This exercise calls for copying every line below that holds the word "function".

* _Collected data_
==*==
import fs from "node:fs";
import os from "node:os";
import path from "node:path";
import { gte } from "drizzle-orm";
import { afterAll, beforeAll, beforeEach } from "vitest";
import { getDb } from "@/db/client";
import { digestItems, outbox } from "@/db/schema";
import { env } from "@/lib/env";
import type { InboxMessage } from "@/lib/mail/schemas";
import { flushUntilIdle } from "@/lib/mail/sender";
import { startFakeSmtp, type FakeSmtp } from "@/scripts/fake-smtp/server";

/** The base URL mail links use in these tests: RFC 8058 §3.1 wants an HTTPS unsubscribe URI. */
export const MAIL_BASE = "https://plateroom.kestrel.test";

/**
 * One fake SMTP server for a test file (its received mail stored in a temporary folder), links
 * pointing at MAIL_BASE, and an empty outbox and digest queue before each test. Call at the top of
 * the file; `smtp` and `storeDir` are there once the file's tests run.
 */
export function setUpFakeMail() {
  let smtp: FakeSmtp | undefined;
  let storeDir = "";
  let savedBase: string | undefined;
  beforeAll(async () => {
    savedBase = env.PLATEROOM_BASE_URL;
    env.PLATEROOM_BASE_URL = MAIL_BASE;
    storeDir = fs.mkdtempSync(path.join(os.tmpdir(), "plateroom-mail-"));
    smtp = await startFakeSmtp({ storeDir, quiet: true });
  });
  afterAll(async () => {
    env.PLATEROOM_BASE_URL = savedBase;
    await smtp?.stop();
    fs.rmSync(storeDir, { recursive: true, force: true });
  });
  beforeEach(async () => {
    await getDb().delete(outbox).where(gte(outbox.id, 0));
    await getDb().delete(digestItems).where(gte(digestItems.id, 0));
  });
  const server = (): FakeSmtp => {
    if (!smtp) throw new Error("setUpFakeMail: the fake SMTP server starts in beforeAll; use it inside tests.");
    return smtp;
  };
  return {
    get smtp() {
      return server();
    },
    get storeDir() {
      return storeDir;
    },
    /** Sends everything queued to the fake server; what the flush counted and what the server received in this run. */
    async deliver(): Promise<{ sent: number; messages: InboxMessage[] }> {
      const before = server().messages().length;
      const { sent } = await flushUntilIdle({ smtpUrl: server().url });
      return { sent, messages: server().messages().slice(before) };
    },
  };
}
==*==
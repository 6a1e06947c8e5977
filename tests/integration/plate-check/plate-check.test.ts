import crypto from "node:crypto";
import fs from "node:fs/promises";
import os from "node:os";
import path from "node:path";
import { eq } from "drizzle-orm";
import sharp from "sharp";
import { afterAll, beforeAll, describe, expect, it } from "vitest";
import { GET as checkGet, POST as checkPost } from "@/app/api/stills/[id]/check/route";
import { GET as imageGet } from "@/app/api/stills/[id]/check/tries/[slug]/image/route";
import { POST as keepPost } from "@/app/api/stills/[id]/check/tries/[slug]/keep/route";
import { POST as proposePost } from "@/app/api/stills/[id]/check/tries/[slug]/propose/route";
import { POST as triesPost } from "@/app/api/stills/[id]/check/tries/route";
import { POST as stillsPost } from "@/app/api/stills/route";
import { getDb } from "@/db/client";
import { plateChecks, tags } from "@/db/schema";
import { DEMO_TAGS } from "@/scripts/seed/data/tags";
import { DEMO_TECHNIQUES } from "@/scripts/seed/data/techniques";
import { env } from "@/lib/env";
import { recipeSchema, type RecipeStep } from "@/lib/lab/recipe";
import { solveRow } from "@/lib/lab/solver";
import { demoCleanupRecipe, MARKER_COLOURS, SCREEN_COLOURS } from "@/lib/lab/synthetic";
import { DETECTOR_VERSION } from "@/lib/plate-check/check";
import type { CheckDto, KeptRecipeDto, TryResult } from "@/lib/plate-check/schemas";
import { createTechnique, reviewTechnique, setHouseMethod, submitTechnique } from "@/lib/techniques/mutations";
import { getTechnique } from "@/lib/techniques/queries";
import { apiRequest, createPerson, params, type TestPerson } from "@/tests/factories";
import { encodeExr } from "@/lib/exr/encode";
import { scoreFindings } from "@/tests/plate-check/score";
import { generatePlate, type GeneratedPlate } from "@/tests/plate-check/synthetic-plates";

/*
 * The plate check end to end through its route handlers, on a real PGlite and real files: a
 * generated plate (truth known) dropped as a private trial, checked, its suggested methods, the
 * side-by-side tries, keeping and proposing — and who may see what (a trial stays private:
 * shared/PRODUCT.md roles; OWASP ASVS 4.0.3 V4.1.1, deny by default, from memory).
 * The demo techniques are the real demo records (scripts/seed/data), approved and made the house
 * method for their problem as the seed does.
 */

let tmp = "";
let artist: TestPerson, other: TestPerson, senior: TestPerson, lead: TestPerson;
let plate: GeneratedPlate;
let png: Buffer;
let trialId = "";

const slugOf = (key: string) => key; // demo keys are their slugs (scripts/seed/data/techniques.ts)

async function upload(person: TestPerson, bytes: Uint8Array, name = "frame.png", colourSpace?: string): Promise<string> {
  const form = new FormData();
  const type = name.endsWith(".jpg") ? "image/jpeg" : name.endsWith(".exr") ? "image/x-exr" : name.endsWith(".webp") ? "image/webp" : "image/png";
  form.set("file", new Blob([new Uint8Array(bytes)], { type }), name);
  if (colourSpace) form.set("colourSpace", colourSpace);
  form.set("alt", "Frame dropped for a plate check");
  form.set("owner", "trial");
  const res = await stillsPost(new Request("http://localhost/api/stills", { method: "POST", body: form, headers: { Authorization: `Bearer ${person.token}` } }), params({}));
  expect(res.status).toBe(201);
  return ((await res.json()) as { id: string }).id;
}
==*==
* _TASK RESPONSE_
export function setUpFakeMail() {
async function upload(person: TestPerson, bytes: Uint8Array, name = "frame.png", colourSpace?: string): Promise<string> {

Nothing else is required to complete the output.